Introduction
Filial therapy is the foundation for the CPRT and includes parent meetings to provide mutual support in parenting. Parent-child therapy is a play-based parenting education model. It also includes parent meetings and child play training. The correct play format is critical as play is a safe environment for children to communicate with their parents. Play therapy is child-centered, and the task of parents is to respond more effectively to the emotional and behavioral needs of children. CPRT is especially suitable for children who have experienced challenging life events. CPRT helps parents develop the right emotional relationship with their children. The CPRT also trains parents in effective communication skills with their children.
History
CPRT has taken an innovative model of parenting education as a basis. Bernard and Louise Gurney developed this model in the mid-1960s. Gurney believed the essence of the concept was that the relationship between parents and children is of primary importance. The concept also assumes that all parents can learn the necessary skills to become therapeutic agents for their children. Gurney used the term filial therapy for their new concept. In the 1980s, Harry Landreth developed the structured and concise 10-session filial therapy training format used today. Landreth believed that the 10-session format would reduce time and financial constraints and help increase parental involvement. Therefore, today at the CPRT, parents are taught Child-Centered Play Therapy (CCPT) principles. Parents use these principles in supervised play sessions. Landreth and Bratton later formalized the 10-session teaching model in ChildParenting Therapy (CPRT): A 10-Session Filial Therapy Model.
Objectives
The goal of the CPRT is to improve the well-being of the child, guardian, and guardian-child relationship. At the same time, relationships are seen as a means of change. Better relationships are needed to increase trust, safety, and intimacy in the attention dyad and then between other family members. Increasing trust, warmth, and affection will help family members improve communication, problem-solving strategies, and expression of love and family pleasure. Parents are taught CCPT skills to achieve this common goal. These skills are used in weekly games. The support group format helps parents understand their own experiences and needs and the mutual influence on relationships with children. Children’s goals in the CPRT are that in play and safe relationships, children can express their needs and feelings, including repressed feelings and tension. As a result, children learn to discover the most appropriate and satisfying ways of expressing, regulating, and satisfying their needs.
Role of the Therapist
The CPRT therapist must be a licensed mental health professional. He must also receive CPRT training.
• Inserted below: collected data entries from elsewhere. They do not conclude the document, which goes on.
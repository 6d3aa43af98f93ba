/**
 * Exact arguments: every number, decimal text or Decimal is a fraction of whole numbers.
 */
import { Decimal } from 'decimal.js';
import { checkInteger, DomainError } from '../domain.ts';

/** A number given exactly: a double stands for its binary value, text for its decimal value. */
export type ExactNumber = number | string | Decimal;

/** A fraction with a positive denominator, not necessarily in lowest terms. */
export interface Fraction {
  /** Numerator. */
  readonly numerator: bigint;
  /** Denominator, positive. */
  readonly denominator: bigint;
}

/** Most significant digits of any result. */
export const MAX_DIGITS = 1000;
/** Most decimal places of an argument; every double has fewer. */
const MAX_PLACES = 2000;

/** Refuses anything but a number of digits that the room works with. */
export function checkDigits(fn: string, value: unknown): asserts value is number {
  checkInteger(fn, 'digits', value, 1, MAX_DIGITS);
}

/** The fraction that an exact number is; `requirement` completes the message of a refusal. */
export function exactFraction(
  fn: string,
  parameter: string,
  value: unknown,
  requirement: string,
): Fraction {
  const refuse = (): never => {
    throw new DomainError(fn, parameter, requirement, value);
  };
  if (typeof value === 'number') return Number.isFinite(value) ? binaryFraction(value) : refuse();
  const decimal = typeof value === 'string' ? readDecimal(value) : value;
  if (!Decimal.isDecimal(decimal) || !decimal.isFinite()) return refuse();
  const places = decimal.decimalPlaces();
  if (places > MAX_PLACES || decimal.abs().gt(Number.MAX_SAFE_INTEGER)) return refuse();
  const whole = decimal.toFixed(places).replace('.', '');
  return { numerator: BigInt(whole), denominator: 10n ** BigInt(places) };
}

/** Decimal text as people write it; nothing hexadecimal, no blanks, no words. */
function readDecimal(text: string): Decimal | null {
  return /^[+-]?(\d+\.?\d*|\.\d+)(e[+-]?\d{1,4})?$/i.test(text) ? new Decimal(text) : null;
}

/** A double as the fraction that it is. */
function binaryFraction(value: number): Fraction {
  let scaled = value;
  let places = 0n;
  while (!Number.isInteger(scaled)) {
    scaled *= 2;
    places++;
  }
  return { numerator: BigInt(scaled), denominator: 1n << places };
}

/** Sign of x - y. */
export function compare(x: Fraction, y: Fraction): number {
  const difference = x.numerator * y.denominator - y.numerator * x.denominator;
  return difference < 0n ? -1 : difference > 0n ? 1 : 0;
}

/** x + y. */
export function sum(x: Fraction, y: Fraction): Fraction {
  return {
    numerator: x.numerator * y.denominator + y.numerator * x.denominator,
    denominator: x.denominator * y.denominator,
  };
}

/** The same fraction in lowest terms. */
export function lowestTerms({ numerator, denominator }: Fraction): Fraction {
  let [common, rest] = [denominator, numerator < 0n ? -numerator : numerator];
  while (rest !== 0n) [common, rest] = [rest, common % rest];
  return { numerator: numerator / common, denominator: denominator / common };
}

/** A whole number as a fraction. */
export function whole(n: number): Fraction {
  return { numerator: BigInt(n), denominator: 1n };
}

/** A fraction as the nearest double, or nearly so, for estimates only. */
export function estimate({ numerator, denominator }: Fraction): number {
  const quotient = (numerator << 1100n) / denominator;
  const digits = quotient.toString(2);
  const kept = Number(BigInt(`0b${digits.slice(0, 60)}`));
  return kept * 2 ** (Math.max(0, digits.length - 60) - 1100);
}
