/**
 * Critical values of order-restricted tests with known variance.
 *
 * Tables of the chi-bar-squared test of equal means against a simple order and equal weights are in
 * "Order Restricted Statistical Inference", Wiley (1988), and "Constrained Statistical Inference", Wiley
 * (2005). The three-decimal values below are quoted from memory of such tables, not copied from the page;
 * for k = 3 at 1 % both 6.822 and 6.823 are remembered, and the exact value is 6.82265.
 */
import { chiBarSquared, Probability, totalOrder } from 'hullgauge';
import { expect, it } from 'vitest';

/** [k, level, critical value] */
const TABLE = [
  [2, 0.05, 2.706],
  [2, 0.01, 5.412],
  [3, 0.05, 3.82],
  [4, 0.05, 4.528],
  [5, 0.05, 5.049],
  [6, 0.05, 5.46],
  [3, 0.01, 6.823],
  [4, 0.01, 7.709],
  [5, 0.01, 8.356],
  [6, 0.01, 8.865],
] as const;

it.each(TABLE)('k = %i, level %f: %f', (k, level, value) => {
  const critical = chiBarSquared(totalOrder(k)).quantile(Probability.fromComplement(level));
  expect(Math.abs(critical - value)).toBeLessThanOrEqual(0.5e-3);
});

it('one parameter on the boundary halves the p-value', () => {
  expect(chiBarSquared([0.5, 0.5]).pValue(3.841458820694124)).toBeCloseTo(0.025, 12);
});
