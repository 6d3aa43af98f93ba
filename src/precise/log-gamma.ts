/**
 * log Gamma of a fraction to any number of bits: Stirling's series with exact Bernoulli numbers,
 * after shifting the argument far enough to the right.
 */
import { type Arithmetic, ln, multiply, pi, ratio, toFloat } from './arithmetic.ts';
import type { Fraction } from './fraction.ts';

/**
 * log Gamma on positive fractions, fixed-point, with an absolute error of a few times (1 + x ln x)
 * units. The Bernoulli numbers are shared by all calls of the function returned.
 */
export function logGammaIn(context: Arithmetic): (x: Fraction) => bigint {
  const source = bernoulliNumbers();
  const bernoulli: Fraction[] = [];
  const halfLogTwoPi = ln(context, toFloat(context.bits, pi(context.bits), 1 - context.bits)) >> 1n;
  const scale = BigInt(context.bits);

  return (x: Fraction): bigint => {
    const { factors, log, shifted } = shiftedRight(context, x);
    const { denominator } = x;
    // (z - 1/2) ln z - z + ln(2 pi)/2 + sum B_2k / (2k (2k - 1) z^(2k - 1))
    let value = halfLogTwoPi - log - (shifted << scale) / denominator;
    const logShifted = ln(context, ratio(context.bits, shifted, denominator));
    value += ((2n * shifted - denominator) * logShifted) / (2n * denominator);
    // Twice the bits, since Bernoulli numbers grow almost as fast as the powers fall.
    let power = (denominator << (2n * scale)) / shifted;
    for (let k = 0; power !== 0n; k++) {
      if (k === bernoulli.length) bernoulli.push(source.next().value);
      const { numerator, denominator: divisor } = bernoulli[k] as Fraction;
      const order = BigInt(2 * k + 2);
      const term = ((power * numerator) / (divisor * order * (order - 1n))) >> scale;
      if (term === 0n || term === -1n) break;
      value += term;
      power = (power * denominator * denominator) / (shifted * shifted);
    }
    // The factors were numerators: each lacks a ln(denominator).
    if (denominator > 1n) value += factors * ln(context, toFloat(context.bits, denominator));
    return value;
  };
}

/** The numerator of x + m for the least m that suits the series, and ln of x (x + 1) ... (x + m - 1). */
function shiftedRight(
  context: Arithmetic,
  { numerator, denominator }: Fraction,
): { readonly shifted: bigint; readonly factors: bigint; readonly log: bigint } {
  // Far enough that the series needs about one term for each 16 bits.
  const target = BigInt(Math.ceil(context.bits * 1.5) + 8) * denominator;
  let shifted = numerator;
  let product = toFloat(context.bits, 1n);
  let pending = 1n;
  let factors = 0n;
  for (; shifted < target; shifted += denominator) {
    pending *= shifted;
    factors++;
    // Factors are gathered so that one rounding serves several.
    if (factors % 32n !== 0n) continue;
    product = multiply(context, product, toFloat(context.bits, pending));
    pending = 1n;
  }
  product = multiply(context, product, toFloat(context.bits, pending));
  return { shifted, factors, log: ln(context, product) };
}

/** B_2, B_4, B_6, ... exactly, from the tangent numbers: tan x differentiated again and again. */
function* bernoulliNumbers(): Generator<Fraction, never> {
  // Coefficients of powers of tan x; of a derivative of even order only odd ones differ from 0.
  let row: bigint[] = [0n, 1n];
  for (let k = 1n; ; k++) {
    row = derivative(row);
    // The derivative of order 2k - 1 at 0.
    const tangent = row[0] as bigint;
    row = derivative(row);
    const power = 4n ** k;
    const sign = k % 2n === 1n ? 1n : -1n;
    yield { numerator: sign * 2n * k * tangent, denominator: power * (power - 1n) };
  }
}

/** Derivative of a polynomial in tan x: (tan^j)' = j tan^(j-1) + j tan^(j+1). */
function derivative(row: readonly bigint[]): bigint[] {
  const next = new Array<bigint>(row.length + 1).fill(0n);
  for (let j = row.length - 1; j > 0; j -= 2) {
    const scaled = BigInt(j) * (row[j] as bigint);
    next[j - 1] = (next[j - 1] as bigint) + scaled;
    next[j + 1] = (next[j + 1] as bigint) + scaled;
  }
  return next;
}
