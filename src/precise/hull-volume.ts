/**
 * Expected share of the unit ball that the hull of random points fills, to any number of digits, by the
 * classical single integral over the signed height h of a facet's hyperplane,
 *
 *   n!/(d! (n-d-1)!) A^d c int_{-1}^{1} (1-h^2)^(d (b'+1) + b') F(h)^(n-d-1) dh,
 *
 * where b' = b + (d-1)/2 is the exponent of one coordinate, F its distribution function, c the constant
 * of its density c (1-h^2)^b' and A = c/(2 (b'+1)).
 */
import type { Decimal } from 'decimal.js';
import { checkInteger, checkOptions, DomainError } from '../domain.ts';
import {
  type Arithmetic,
  add,
  arithmetic,
  exp,
  type Float,
  isNegligible,
  log2Estimate,
  multiply,
  power,
  toFloat,
} from './arithmetic.ts';
import { integrate } from './double-exponential.ts';
import {
  checkDigits,
  compare,
  type ExactNumber,
  estimate,
  exactFraction,
  type Fraction,
  lowestTerms,
  sum,
} from './fraction.ts';
import { heightLawIn, oneMinus } from './height-law.ts';
import { bitsFor, floatToDecimal, roundCorrectly, roundQuotient } from './round-correctly.ts';

/** Most points. */
const MAX_POINTS = 1_000_000;
/** Largest dimension. */
const MAX_DIMENSION = 50;
/** Beyond so many digits only small n and d and whole powers take no more than some two seconds. */
const MANY_DIGITS = 300;
/** Most points with many digits. */
const FEW_POINTS = 100;
/** Largest dimension with many digits. */
const FEW_DIMENSIONS = 10;
/** Largest exponent of the law. */
const MAX_EXPONENT = 1000;

/** Arguments of {@link hullVolumeRatioDecimal}. */
export interface HullVolumeRatioDecimalArgs {
  /** Number of points, an integer from 0 to a million; to 100 beyond 300 digits. */
  readonly n: number;
  /** Dimension, an integer from 1 to 50; to 10 beyond 300 digits. */
  readonly d: number;
  /** Exponent of the beta law, from -1 (the uniform sphere) to 1000; 0 is the uniform ball. */
  readonly b: ExactNumber;
  /** Significant digits of the result, an integer from 1 to 1000. */
  readonly digits: number;
}

/**
 * Expected share of the unit ball of R^d that the hull of n random points fills, correctly rounded to
 * any number of digits up to 300 for d up to 50 and n up to a million, up to 1,000 for d up to
 * 10, n up to 100 and b a multiple of 1/2.
 *
 * For points of the law with density proportional to $(1-|x|^2)^b$ and with $b' = b + (d-1)/2$,
 *
 * $$ \frac{\mathbb{E} \operatorname{vol} P}{\operatorname{vol} B} = \frac{n!\, A^d c}{d!\,(n-d-1)!}
 *    \int_{-1}^{1} (1-h^2)^{d(b'+1)+b'} F(h)^{n-d-1}\, dh,
 *    \qquad A = \frac{c}{2(b'+1)}, \quad c = \frac{\Gamma(b'+\frac32)}{\sqrt\pi\,\Gamma(b'+1)}, $$
 *
 * F being the distribution function of one coordinate. The integral is summed by the trapezoidal rule
 * after the substitution $h = \tanh(\frac{\pi}{2} \sinh t)$, with steps halved until the digits agree.
 * Assumptions: as for `hullVolumeRatio`, the same question in doubles.
 *
 * @param args - `n`: an integer from 0 to a million, to 100 beyond 300 digits; `d`: an integer from 1 to
 *   50, to 10 beyond 300 digits; `b`: -1 for the uniform sphere, or a number above -1 up to 1000 (on the
 *   line at least -0.99; beyond 300 digits a multiple of 1/2), a number meaning the double exactly and
 *   text its decimal value; `digits`: an integer from 1 to 1000
 * @returns the ratio rounded to `digits` significant digits, ties to even; exactly 0 for n <= d
 * @remarks Some ten milliseconds for 30 digits, a tenth of a second where n is a million; about two
 *   seconds for 300 digits at the largest n and d, and for 1,000 digits.
 * @throws A {@link DomainError} if an argument is missing, unknown or out of its domain
 *
 * Source: "Expected intrinsic volumes and facet numbers of random beta-polytopes", Mathematische
 * Nachrichten 292 (2019), arXiv:1707.02253. Quadrature: "Double exponential formulas for numerical
 * integration", Publications of the Research Institute for Mathematical Sciences 9 (1974) 721-741,
 * doi:10.2977/prims/1195192451.
 *
 * @example
 * ```ts
 * import { hullVolumeRatioDecimal } from 'hullgauge/precise';
 * hullVolumeRatioDecimal({ n: 10, d: 2, b: 0, digits: 30 }).toString(); // => '0.419132444919352260114358806042'
 * hullVolumeRatioDecimal({ n: 10, d: 3, b: -1, digits: 12 }).toString(); // => '0.293706293706'
 * ```
 */
export function hullVolumeRatioDecimal(args: HullVolumeRatioDecimalArgs): Decimal {
  const fn = 'hullVolumeRatioDecimal';
  checkOptions(fn, args, ['n', 'd', 'b', 'digits']);
  const { n, d, digits } = args;
  checkDigits(fn, digits);
  const many = digits > MANY_DIGITS;
  checkInteger(fn, 'n', n, 0, many ? FEW_POINTS : MAX_POINTS);
  checkInteger(fn, 'd', d, 1, many ? FEW_DIMENSIONS : MAX_DIMENSION);
  const b = exponent(fn, d, args.b);
  if (many && (2n * b.numerator) % b.denominator !== 0n) {
    const requirement = `a multiple of 1/2 beyond ${MANY_DIGITS} digits`;
    throw new DomainError(fn, 'b', requirement, args.b);
  }
  if (n <= d) return roundQuotient(0n, 1n, digits);
  // beta = b' + 1
  const beta = sum(b, { numerator: BigInt(d + 1), denominator: 2n });
  // Points at the two ends of an interval: all on one side or not.
  if (beta.numerator === 0n) {
    const all = 1n << BigInt(n - 1);
    return roundQuotient(all - 1n, all, digits);
  }
  return roundCorrectly(digits, (accuracy) => volumeRatio(n, d, lowestTerms(beta), accuracy));
}

/** The ratio with a relative error below 10^-accuracy; n > d, beta > 0. */
function volumeRatio(n: number, d: number, beta: Fraction, accuracy: number): Decimal {
  const spare = 64 + Math.ceil(2 * Math.log2(n) + 2 * Math.log2(d * (2 + estimate(beta))));
  const context = arithmetic(bitsFor(accuracy, spare));
  const law = heightLawIn(context, beta);
  // n!/(d! (n - d - 1)!) is a whole number.
  let orders = 1n;
  for (let i = 0; i <= d; i++) orders = (orders * BigInt(n - i)) / BigInt(Math.max(1, i));
  const constant = exp(context, BigInt(d) * law.logMean + law.logDensity);
  const scaled = multiply(context, constant, toFloat(context.bits, orders));
  const integrand = (decay: Float, growth: Float, least: Float): Float | null => {
    const { weight, tail } = law.at(decay);
    const bound = multiply(context, power(context, weight, d + 1), growth);
    if (isNegligible(context, bound, least)) return null;
    return multiply(context, bound, bothSides(context, tail(), n - d - 1));
  };
  return floatToDecimal(
    context,
    multiply(context, scaled, integrate(context, accuracy, integrand)),
  );
}

/** (1 - v)^m + v^m for a tail v of at most 1/2. */
function bothSides(context: Arithmetic, tail: Float, m: number): Float {
  const near = power(context, oneMinus(context, tail), m);
  // Where v^m cannot matter it is not worth its multiplications.
  const odds =
    log2Estimate(context, tail) - Math.log1p(-(2 ** log2Estimate(context, tail))) / Math.LN2;
  return m * odds < -context.bits ? near : add(context, near, power(context, tail, m));
}

/** The exponent of the law as a fraction. */
function exponent(fn: string, d: number, value: unknown): Fraction {
  const least = d === 1 ? '-1 or a number from -0.99' : 'a number from -1';
  const requirement = `${least} to ${MAX_EXPONENT}`;
  const b = exactFraction(fn, 'b', value, requirement);
  const aboveSphere = sum(b, { numerator: 1n, denominator: 1n });
  const accepted =
    d === 1
      ? aboveSphere.numerator === 0n ||
        compare(aboveSphere, { numerator: 99n, denominator: 9900n }) >= 0
      : aboveSphere.numerator >= 0n;
  if (accepted && compare(b, { numerator: BigInt(MAX_EXPONENT), denominator: 1n }) <= 0) return b;
  throw new DomainError(fn, 'b', requirement, value);
}
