/**
 * Exact fractions and decimals of any number of digits, by methods of their own: a second opinion on
 * the functions that answer in doubles.
 *
 * @module
 */
export type { ExactNumber } from './fraction.ts';
export { type HullVolumeRatioDecimalArgs, hullVolumeRatioDecimal } from './hull-volume.ts';
export { incompleteBetaDecimal } from './incomplete-beta.ts';
export {
  type DichotomyCountExactArgs,
  dichotomyCountExact,
  type ExactProbability,
  type OriginInHullDecimalArgs,
  type OriginInHullExactArgs,
  originInHullDecimal,
  originInHullExact,
} from './wendel.ts';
The role of the therapist in CPRT is to educate and supervise parents in their efforts. The therapist should be a highly-skilled group facilitator, play therapy coach, supervisor, and error-prone mentor. Another task of the therapist is to create a safe, supportive environment for parents in parenting meetings and support group discussions. The therapist teaches parents the skills and principles of CCPT. Next, the therapist demonstrates how to conduct special play activities with children. The therapist then performs direct observation of the play sessions of the parents and children. Landreth and Bratton, authors of the 10-session learning model, recommend that therapists use co-leaders to master the roles.
Nate’s Clinical Case and Selected Tools to Help
Nate is six years old; he lives in a family with his mother, who brings him up alone. Ms. C., Nate’s mother, is a single, 30-year-old European-American graduate student. She referred Nate to the clinic for a behavior problem. In her opinion, Nate is a gifted child, but also angry, manipulative, oppositional, and uncontrollable. Ms. C. has had financial and personal difficulties. She blamed Nate for her overwhelming suffering. Ms. C. divorced Nate’s African American father when Nate was three years old. She reported a hostile relationship with her ex-husband, who now lived out of state and rarely saw her son. Ms. C. believes that Nate struggled with being biracial and that his behavior resulted from anger towards his father.
An assessment of the family’s clinical needs revealed critical problems in the mother-son relationship. Nate’s behavioral problems stem from his emotional reaction to rejection and lack of warmth from Ms. C. was taught basic CCPT skills such as following a child’s example, reflecting feelings, and reflecting the verbal and non-verbal content of the child’s play. She was taught to act from four “be-with” positions: (1) “I am here,” (2) “I hear you,” (3) “I understand,” and (4) “I care.” Nate preferred to use a loud blaster for the game, but after constructive dialogue about the feelings of Ms. C. And when she accepted his anger at her, Nate began to take an interest in more casual games. Nate can continue to play in noisy and moderately aggressive games, like playing with a blaster, and in quiet games, like drawing on the board.